:: Work instruction ::
Repeat the stretch of entries below from the line with "readonly label: string;" through the line with "let ln = first.ln;". Include both ends and add nothing.

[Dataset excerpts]
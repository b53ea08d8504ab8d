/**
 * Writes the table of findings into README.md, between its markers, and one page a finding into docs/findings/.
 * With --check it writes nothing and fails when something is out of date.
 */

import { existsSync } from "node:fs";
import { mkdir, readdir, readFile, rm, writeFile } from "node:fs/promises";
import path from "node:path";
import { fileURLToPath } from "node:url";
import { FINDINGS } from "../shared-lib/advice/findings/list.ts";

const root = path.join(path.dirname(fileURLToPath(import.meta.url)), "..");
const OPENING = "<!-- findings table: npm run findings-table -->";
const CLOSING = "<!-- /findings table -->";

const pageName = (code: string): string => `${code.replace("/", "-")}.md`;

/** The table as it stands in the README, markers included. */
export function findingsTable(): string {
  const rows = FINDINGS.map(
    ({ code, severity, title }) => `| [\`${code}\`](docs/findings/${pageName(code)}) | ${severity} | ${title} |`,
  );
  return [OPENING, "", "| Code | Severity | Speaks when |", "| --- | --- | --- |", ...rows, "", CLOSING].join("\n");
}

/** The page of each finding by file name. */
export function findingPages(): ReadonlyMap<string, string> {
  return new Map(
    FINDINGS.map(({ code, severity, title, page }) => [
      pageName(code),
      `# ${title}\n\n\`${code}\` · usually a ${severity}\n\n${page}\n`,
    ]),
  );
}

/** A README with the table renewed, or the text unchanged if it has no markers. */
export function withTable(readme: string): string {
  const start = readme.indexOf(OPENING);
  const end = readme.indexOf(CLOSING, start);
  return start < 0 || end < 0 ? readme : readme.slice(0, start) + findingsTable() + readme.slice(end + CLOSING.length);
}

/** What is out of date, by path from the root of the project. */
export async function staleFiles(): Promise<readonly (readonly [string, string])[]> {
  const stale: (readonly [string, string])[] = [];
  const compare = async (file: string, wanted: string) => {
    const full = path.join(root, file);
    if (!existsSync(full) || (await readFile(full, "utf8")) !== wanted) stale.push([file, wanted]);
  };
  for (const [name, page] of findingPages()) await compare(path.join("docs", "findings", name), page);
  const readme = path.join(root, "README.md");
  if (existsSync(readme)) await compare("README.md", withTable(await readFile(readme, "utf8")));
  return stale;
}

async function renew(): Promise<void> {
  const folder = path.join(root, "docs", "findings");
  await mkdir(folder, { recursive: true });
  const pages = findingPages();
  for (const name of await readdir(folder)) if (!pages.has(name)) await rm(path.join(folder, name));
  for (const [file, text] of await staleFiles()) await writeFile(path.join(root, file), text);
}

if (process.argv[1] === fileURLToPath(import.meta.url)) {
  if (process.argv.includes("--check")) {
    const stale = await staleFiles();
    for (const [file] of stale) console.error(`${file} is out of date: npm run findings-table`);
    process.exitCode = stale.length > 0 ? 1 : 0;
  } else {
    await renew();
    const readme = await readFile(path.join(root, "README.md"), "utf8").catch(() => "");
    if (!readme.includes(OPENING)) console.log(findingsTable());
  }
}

...

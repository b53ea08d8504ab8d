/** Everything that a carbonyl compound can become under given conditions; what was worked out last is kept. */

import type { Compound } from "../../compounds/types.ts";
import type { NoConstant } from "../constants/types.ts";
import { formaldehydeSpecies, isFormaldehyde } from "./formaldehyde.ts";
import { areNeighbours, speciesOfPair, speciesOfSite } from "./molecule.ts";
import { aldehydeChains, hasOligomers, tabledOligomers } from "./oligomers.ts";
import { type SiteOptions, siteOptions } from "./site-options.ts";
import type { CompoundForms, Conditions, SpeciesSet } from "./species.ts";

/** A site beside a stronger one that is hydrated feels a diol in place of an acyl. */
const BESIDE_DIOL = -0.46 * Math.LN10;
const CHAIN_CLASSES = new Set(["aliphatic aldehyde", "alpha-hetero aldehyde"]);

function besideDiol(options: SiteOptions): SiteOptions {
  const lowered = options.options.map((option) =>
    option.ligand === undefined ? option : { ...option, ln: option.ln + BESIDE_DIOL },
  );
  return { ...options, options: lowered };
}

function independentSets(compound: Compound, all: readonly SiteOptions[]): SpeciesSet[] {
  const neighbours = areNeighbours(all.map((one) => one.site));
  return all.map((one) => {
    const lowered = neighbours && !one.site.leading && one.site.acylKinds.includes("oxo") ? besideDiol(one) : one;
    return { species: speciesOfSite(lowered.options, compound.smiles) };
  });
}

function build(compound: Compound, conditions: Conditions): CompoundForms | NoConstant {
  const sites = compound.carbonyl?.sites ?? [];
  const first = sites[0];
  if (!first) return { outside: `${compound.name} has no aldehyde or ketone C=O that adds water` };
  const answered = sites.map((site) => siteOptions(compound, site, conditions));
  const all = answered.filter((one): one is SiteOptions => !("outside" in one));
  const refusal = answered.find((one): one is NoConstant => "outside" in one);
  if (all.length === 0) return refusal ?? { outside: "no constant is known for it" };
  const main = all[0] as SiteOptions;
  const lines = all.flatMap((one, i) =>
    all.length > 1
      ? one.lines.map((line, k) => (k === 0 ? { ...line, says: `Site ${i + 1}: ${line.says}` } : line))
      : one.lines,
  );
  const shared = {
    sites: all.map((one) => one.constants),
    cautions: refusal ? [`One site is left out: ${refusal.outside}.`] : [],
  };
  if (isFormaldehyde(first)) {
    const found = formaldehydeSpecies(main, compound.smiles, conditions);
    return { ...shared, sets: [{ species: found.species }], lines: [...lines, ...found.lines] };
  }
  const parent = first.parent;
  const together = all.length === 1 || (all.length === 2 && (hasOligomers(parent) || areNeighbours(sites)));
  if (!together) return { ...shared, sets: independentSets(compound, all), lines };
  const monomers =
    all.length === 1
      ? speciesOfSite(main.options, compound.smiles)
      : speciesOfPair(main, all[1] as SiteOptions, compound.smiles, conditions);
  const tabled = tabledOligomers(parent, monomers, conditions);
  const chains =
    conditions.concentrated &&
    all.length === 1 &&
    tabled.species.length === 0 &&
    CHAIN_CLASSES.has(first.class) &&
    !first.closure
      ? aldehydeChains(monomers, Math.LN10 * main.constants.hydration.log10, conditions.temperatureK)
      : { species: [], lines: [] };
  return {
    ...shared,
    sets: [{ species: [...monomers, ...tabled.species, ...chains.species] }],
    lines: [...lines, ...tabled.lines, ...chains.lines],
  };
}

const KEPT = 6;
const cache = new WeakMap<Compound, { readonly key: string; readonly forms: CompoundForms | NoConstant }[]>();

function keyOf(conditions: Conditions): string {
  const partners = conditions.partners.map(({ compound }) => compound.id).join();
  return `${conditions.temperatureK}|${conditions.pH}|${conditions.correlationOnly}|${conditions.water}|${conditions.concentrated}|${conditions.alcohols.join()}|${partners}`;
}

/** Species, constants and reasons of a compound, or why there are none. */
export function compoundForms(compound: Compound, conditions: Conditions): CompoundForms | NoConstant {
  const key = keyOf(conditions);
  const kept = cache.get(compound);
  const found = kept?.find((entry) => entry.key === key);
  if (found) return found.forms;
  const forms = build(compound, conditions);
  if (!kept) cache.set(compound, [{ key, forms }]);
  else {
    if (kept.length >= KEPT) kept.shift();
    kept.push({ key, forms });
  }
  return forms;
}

==

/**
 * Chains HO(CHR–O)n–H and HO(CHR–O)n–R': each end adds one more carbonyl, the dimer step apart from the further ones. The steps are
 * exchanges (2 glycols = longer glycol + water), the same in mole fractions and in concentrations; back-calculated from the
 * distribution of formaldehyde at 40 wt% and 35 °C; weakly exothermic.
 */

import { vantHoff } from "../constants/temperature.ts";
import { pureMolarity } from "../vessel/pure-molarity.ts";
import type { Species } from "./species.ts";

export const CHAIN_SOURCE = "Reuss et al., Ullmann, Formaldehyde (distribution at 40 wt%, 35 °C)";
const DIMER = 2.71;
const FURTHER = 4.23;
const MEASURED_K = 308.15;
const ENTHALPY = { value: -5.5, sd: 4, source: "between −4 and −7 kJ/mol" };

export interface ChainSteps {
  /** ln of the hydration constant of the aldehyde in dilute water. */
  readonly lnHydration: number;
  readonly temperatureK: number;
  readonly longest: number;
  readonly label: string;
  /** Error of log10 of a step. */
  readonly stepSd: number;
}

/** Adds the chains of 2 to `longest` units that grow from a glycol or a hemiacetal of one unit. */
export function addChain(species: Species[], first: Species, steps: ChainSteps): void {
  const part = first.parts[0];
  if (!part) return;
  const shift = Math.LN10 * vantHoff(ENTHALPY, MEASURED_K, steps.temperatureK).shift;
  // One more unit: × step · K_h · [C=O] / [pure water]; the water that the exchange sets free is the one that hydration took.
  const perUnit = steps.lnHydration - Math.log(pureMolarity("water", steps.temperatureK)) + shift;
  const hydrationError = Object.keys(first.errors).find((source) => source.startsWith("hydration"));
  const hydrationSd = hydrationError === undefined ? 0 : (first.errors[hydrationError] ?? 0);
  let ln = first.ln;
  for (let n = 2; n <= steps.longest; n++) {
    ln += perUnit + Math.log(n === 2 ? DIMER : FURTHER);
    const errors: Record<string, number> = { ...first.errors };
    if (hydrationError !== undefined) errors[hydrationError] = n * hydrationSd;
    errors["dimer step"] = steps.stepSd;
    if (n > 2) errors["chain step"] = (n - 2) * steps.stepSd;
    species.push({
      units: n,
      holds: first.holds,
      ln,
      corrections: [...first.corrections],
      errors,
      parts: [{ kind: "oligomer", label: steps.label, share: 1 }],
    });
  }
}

:: Task result ::
  readonly label: string;
  /** Error of log10 of a step. */
  readonly stepSd: number;
}

/** Adds the chains of 2 to `longest` units that grow from a glycol or a hemiacetal of one unit. */
export function addChain(species: Species[], first: Species, steps: ChainSteps): void {
  const part = first.parts[0];
  if (!part) return;
  const shift = Math.LN10 * vantHoff(ENTHALPY, MEASURED_K, steps.temperatureK).shift;
  // One more unit: × step · K_h · [C=O] / [pure water]; the water that the exchange sets free is the one that hydration took.
  const perUnit = steps.lnHydration - Math.log(pureMolarity("water", steps.temperatureK)) + shift;
  const hydrationError = Object.keys(first.errors).find((source) => source.startsWith("hydration"));
  const hydrationSd = hydrationError === undefined ? 0 : (first.errors[hydrationError] ?? 0);
  let ln = first.ln;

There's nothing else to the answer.